Instructions for the task - Lines holding the string "states" in the listing below are to be copied.

Supplied records -
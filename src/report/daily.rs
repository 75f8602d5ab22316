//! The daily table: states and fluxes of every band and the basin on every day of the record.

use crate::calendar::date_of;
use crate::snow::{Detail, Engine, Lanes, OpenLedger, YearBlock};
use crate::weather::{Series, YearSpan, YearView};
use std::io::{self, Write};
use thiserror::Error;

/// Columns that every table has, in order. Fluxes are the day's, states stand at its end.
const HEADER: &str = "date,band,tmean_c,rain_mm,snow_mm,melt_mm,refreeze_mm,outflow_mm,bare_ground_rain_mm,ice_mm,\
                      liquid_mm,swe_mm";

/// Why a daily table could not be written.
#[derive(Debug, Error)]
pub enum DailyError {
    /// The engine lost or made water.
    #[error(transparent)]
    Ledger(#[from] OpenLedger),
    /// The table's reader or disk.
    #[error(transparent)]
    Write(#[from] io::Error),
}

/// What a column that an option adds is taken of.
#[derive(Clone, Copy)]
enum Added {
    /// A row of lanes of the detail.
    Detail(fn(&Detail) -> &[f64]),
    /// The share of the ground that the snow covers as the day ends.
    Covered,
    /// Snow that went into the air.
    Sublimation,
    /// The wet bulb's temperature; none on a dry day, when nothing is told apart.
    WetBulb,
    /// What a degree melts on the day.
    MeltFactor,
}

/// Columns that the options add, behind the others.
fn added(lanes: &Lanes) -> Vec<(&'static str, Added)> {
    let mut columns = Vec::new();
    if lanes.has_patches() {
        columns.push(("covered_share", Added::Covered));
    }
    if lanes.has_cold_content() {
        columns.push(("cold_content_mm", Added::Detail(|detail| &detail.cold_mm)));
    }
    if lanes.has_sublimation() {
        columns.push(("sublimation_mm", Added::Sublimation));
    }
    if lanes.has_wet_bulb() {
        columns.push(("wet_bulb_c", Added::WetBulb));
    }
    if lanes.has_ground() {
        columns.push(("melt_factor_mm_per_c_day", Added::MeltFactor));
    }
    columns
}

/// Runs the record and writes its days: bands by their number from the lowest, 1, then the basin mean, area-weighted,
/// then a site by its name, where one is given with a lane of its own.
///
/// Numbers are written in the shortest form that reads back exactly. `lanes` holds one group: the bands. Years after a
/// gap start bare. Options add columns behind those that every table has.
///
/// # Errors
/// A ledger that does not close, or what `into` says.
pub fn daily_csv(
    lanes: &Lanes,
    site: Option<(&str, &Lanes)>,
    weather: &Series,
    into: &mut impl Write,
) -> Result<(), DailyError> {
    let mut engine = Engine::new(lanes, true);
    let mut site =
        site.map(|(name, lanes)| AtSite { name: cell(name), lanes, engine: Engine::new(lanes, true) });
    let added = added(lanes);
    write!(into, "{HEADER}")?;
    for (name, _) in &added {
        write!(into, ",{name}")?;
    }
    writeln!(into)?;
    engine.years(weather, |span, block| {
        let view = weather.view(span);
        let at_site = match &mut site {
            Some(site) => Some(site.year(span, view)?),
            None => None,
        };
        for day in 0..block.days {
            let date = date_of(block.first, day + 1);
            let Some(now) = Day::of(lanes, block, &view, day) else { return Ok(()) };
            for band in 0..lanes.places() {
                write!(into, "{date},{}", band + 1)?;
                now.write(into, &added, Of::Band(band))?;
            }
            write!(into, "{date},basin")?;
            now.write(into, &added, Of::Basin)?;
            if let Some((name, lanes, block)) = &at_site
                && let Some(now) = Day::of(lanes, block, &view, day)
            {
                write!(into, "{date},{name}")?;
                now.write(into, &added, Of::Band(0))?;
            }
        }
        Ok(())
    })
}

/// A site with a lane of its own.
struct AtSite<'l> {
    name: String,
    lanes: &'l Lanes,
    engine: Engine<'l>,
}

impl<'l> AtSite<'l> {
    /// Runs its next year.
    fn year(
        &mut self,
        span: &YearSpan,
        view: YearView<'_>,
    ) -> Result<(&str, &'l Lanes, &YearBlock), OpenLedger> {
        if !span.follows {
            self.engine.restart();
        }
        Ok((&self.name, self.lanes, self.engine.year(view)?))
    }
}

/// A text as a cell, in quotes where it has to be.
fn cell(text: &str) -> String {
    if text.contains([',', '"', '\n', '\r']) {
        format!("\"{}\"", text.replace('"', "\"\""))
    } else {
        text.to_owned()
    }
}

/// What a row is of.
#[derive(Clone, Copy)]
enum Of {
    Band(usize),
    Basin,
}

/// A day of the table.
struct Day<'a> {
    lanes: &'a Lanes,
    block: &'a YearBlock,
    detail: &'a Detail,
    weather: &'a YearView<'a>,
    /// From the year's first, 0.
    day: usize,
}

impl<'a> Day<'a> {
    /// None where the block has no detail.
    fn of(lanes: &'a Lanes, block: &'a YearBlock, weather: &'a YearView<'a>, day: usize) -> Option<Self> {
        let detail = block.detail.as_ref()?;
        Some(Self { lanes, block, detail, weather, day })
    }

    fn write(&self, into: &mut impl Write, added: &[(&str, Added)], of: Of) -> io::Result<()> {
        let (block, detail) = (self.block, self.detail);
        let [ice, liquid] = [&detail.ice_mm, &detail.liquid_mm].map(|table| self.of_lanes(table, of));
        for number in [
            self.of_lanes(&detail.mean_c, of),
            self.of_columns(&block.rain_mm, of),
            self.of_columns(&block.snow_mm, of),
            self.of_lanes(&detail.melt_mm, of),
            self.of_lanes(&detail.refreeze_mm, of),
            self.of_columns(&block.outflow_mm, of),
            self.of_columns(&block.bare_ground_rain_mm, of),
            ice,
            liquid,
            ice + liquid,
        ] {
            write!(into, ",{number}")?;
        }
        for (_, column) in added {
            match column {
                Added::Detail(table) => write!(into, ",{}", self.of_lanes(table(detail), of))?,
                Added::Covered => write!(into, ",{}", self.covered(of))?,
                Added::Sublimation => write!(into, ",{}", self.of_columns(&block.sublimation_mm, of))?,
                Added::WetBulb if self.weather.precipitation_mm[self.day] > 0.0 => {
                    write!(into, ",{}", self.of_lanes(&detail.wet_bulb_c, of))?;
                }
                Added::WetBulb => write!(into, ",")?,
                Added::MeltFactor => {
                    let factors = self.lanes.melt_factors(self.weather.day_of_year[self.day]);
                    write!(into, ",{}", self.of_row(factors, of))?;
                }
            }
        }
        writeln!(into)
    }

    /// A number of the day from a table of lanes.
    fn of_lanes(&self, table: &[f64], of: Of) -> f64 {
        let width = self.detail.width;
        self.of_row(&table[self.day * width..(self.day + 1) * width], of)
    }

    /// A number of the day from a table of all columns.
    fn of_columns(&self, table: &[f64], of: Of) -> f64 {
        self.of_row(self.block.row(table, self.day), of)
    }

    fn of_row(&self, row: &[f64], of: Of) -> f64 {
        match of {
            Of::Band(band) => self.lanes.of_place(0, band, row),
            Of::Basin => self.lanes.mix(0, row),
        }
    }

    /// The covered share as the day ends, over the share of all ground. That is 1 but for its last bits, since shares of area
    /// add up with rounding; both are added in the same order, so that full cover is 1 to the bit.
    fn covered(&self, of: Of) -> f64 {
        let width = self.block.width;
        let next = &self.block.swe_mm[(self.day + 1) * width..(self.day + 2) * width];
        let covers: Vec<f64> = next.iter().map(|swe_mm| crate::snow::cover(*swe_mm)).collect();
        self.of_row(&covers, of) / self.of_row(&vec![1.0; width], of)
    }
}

* * *

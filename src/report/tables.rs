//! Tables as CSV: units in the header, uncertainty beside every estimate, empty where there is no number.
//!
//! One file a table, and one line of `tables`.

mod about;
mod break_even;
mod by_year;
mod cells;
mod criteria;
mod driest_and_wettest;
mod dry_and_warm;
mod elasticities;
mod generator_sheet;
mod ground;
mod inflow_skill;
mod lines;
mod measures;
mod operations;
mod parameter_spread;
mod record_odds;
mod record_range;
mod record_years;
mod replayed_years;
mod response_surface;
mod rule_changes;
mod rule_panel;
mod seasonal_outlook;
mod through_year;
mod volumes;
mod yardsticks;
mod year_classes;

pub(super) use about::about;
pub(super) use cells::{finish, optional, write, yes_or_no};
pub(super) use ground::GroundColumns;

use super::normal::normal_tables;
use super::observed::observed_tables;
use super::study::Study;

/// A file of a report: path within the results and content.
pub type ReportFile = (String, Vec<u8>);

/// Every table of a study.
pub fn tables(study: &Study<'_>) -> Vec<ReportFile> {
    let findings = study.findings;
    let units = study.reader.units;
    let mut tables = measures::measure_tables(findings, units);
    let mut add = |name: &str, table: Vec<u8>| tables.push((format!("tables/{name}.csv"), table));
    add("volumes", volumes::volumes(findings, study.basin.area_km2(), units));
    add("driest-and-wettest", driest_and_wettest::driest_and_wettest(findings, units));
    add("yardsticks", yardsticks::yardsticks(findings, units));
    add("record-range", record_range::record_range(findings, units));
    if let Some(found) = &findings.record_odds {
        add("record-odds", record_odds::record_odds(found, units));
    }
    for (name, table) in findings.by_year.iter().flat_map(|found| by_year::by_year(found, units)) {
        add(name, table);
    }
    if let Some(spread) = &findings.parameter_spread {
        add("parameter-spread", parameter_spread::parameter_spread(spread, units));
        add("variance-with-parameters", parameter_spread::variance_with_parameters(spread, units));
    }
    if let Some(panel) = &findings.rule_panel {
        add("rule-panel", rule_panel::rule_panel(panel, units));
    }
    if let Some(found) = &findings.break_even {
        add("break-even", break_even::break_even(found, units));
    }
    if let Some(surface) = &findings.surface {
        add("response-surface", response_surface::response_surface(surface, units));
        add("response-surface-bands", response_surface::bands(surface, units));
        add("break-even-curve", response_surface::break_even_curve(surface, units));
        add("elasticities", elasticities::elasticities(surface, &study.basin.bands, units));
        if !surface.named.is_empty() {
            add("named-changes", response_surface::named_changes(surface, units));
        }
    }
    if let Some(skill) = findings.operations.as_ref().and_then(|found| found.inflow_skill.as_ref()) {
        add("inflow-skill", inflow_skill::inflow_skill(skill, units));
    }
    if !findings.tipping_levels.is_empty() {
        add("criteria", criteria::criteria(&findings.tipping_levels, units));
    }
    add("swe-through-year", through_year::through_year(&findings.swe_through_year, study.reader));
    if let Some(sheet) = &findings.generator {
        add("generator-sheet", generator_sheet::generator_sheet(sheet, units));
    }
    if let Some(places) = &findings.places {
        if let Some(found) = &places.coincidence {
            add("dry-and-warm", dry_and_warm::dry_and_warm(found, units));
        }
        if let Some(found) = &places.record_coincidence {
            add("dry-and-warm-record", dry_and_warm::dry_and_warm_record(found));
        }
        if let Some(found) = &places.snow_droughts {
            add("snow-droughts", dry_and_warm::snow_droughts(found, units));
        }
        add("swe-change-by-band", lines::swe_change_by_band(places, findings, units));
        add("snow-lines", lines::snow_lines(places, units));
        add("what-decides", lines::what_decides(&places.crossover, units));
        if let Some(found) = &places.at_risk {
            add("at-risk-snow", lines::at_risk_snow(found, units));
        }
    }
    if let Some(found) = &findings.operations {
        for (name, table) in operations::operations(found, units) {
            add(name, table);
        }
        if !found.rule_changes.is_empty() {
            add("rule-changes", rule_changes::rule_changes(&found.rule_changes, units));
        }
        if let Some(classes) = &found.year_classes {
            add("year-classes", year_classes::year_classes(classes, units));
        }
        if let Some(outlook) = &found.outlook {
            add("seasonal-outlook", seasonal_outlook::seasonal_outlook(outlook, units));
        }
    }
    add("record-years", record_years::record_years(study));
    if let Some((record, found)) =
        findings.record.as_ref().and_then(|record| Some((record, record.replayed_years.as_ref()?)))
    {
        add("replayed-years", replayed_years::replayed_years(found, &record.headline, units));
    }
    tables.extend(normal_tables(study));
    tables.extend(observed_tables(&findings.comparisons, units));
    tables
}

Answer box -
//! The daily table: states and fluxes of every band and the basin on every day of the record.
/// Columns that every table has, in order. Fluxes are the day's, states stand at its end.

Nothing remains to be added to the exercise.